Return each line in the records below that includes "rangeLabels".

◆ Data under study
========
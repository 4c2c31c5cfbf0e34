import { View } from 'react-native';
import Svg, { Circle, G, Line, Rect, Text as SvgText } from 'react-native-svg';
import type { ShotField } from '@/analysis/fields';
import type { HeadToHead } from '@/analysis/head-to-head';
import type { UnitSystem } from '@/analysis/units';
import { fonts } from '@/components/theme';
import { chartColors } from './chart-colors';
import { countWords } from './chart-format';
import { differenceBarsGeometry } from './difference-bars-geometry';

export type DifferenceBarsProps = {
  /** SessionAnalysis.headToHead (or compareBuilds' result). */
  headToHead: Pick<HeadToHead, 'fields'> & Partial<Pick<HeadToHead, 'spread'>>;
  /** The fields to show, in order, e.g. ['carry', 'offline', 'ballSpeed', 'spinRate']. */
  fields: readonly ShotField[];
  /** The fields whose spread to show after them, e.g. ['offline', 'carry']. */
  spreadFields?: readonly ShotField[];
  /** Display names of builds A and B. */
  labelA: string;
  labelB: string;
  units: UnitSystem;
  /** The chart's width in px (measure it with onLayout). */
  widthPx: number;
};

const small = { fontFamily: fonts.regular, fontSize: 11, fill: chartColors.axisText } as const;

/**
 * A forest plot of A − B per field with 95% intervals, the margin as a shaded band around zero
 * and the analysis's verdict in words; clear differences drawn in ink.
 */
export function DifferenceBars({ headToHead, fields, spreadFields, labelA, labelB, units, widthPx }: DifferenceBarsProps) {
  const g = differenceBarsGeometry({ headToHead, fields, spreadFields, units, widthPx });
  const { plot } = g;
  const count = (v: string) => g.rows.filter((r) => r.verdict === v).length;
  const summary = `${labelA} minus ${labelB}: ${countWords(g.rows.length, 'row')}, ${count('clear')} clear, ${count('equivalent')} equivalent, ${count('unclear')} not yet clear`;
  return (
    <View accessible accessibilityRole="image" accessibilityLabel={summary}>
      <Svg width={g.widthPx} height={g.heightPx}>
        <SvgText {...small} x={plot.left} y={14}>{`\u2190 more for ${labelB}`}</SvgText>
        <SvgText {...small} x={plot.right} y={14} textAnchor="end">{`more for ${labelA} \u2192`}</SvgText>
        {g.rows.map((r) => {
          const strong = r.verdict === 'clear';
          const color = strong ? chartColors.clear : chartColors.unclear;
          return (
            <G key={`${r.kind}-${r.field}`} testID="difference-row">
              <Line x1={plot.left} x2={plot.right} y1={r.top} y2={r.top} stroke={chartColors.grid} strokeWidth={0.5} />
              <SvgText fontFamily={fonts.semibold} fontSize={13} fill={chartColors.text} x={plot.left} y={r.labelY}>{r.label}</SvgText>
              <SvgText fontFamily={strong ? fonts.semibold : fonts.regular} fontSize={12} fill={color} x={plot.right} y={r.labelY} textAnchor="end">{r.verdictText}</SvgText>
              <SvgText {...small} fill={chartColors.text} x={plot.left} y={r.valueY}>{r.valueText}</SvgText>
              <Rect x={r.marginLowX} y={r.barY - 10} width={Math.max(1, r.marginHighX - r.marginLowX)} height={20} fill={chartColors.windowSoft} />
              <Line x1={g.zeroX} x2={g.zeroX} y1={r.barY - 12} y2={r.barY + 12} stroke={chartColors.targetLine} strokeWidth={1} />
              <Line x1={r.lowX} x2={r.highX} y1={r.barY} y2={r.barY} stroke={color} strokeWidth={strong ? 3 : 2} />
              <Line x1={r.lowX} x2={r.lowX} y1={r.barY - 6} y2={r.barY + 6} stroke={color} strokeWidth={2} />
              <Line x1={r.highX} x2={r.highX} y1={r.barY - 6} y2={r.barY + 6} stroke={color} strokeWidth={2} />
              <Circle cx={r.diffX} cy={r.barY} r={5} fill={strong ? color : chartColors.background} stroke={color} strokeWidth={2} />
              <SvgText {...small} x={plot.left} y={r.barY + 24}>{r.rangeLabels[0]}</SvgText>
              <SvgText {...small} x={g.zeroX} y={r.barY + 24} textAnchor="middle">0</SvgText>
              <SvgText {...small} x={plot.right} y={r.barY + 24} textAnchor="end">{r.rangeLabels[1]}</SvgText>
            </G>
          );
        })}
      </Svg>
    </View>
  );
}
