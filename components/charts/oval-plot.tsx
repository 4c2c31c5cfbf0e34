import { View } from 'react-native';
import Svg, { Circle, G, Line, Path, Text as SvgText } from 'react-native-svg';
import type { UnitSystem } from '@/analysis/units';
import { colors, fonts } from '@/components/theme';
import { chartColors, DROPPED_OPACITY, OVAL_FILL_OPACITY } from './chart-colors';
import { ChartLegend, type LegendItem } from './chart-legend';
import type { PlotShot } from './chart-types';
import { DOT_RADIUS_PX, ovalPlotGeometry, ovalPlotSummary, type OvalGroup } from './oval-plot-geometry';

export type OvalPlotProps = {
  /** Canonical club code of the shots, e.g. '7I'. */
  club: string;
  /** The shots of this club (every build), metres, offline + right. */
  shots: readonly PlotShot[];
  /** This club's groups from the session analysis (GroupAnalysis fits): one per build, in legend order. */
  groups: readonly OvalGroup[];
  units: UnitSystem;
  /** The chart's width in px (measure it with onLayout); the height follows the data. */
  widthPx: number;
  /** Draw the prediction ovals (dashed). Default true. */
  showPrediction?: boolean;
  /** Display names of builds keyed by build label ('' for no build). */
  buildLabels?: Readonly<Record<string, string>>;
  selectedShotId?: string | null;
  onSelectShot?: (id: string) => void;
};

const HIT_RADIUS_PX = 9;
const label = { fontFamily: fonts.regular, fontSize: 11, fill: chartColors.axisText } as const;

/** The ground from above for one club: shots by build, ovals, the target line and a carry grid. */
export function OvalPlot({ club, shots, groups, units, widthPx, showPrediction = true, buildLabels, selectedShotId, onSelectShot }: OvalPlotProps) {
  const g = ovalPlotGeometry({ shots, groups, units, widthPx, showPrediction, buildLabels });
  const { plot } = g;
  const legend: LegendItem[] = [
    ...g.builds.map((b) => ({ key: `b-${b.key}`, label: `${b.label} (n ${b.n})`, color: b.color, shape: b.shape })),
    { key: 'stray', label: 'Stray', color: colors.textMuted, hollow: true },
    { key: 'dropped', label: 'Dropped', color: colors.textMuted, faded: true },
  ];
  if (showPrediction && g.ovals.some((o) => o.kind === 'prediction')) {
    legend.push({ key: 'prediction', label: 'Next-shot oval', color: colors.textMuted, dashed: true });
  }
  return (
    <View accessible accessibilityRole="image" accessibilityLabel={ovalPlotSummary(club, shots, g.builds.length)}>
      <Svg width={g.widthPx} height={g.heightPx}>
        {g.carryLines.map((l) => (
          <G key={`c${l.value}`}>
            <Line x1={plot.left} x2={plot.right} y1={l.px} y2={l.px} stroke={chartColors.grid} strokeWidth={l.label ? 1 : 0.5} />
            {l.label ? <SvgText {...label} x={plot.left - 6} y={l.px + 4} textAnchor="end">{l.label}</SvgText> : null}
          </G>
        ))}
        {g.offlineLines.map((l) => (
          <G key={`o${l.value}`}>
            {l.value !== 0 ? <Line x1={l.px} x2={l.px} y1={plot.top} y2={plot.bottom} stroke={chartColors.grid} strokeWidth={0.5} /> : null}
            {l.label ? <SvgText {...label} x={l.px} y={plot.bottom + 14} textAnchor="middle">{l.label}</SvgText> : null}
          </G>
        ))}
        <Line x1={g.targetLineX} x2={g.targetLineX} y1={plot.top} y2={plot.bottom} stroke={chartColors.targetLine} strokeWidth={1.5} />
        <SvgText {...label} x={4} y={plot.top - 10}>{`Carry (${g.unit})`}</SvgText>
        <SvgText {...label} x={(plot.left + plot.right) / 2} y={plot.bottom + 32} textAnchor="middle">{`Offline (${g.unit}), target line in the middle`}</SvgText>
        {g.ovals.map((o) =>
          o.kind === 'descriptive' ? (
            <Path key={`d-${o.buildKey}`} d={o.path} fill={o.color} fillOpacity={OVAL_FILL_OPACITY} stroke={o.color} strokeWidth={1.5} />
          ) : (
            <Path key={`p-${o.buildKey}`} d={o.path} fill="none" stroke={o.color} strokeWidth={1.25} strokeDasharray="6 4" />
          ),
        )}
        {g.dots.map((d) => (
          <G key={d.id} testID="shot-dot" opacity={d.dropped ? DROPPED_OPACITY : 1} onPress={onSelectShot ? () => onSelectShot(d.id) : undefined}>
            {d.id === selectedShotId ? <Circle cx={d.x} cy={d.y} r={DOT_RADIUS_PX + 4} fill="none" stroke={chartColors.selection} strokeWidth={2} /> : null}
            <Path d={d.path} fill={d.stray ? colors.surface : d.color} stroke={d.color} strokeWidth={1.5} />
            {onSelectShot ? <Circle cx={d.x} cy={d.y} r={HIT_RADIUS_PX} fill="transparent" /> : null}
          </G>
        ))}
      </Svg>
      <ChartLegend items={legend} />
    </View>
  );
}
========
◆ Exercise result
              <SvgText {...small} x={plot.left} y={r.barY + 24}>{r.rangeLabels[0]}</SvgText>
              <SvgText {...small} x={plot.right} y={r.barY + 24} textAnchor="end">{r.rangeLabels[1]}</SvgText>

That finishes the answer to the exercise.